──────── THE RECORDS ────────
import { canProposeFix, type Me, type Question, takesAdvice } from '@rivetside/shared';
import type { ReactNode } from 'react';
import { standingOf } from '../../lib/standing';
import classes from './talk.module.css';

interface AskBackProps {
  readonly sheet: Question;
  readonly me: Me;
  readonly onAsk: (words: string) => void;
}

const MOST = 3;

/** One tap asks the builder for a number that is missing and would decide. */
export function AskBack({ sheet, me, onAsk }: AskBackProps): ReactNode {
  const missing = sheet.fitCheck?.missing.slice(0, MOST) ?? [];
  const standing = standingOf(sheet, me);
  const isAsker = sheet.askedBy.id === me.id;
  if (missing.length === 0 || isAsker || !canProposeFix(me, standing) || !takesAdvice(standing)) return null;
  return (
    <div className={classes['askBack']}>
      <span className="muted">Ask for</span>
      {missing.map((what) => (
        <button
          key={what}
          type="button"
          className="btn plain"
          onClick={() => onAsk(`Please measure: ${what}.`)}
        >
          {what}
        </button>
      ))}
    </div>
  );
}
────────
**PROMPT**
Copy out the entries above exactly as given, starting at the top and ending with the line containing "const isAsker = sheet.askedBy.id === me.id;"; include both and nothing more.

**SOLUTION**
import { canProposeFix, type Me, type Question, takesAdvice } from '@rivetside/shared';
import type { ReactNode } from 'react';
import { standingOf } from '../../lib/standing';
import classes from './talk.module.css';

interface AskBackProps {
  readonly sheet: Question;
  readonly me: Me;
  readonly onAsk: (words: string) => void;
}

const MOST = 3;

/** One tap asks the builder for a number that is missing and would decide. */
export function AskBack({ sheet, me, onAsk }: AskBackProps): ReactNode {
  const missing = sheet.fitCheck?.missing.slice(0, MOST) ?? [];
  const standing = standingOf(sheet, me);
  const isAsker = sheet.askedBy.id === me.id;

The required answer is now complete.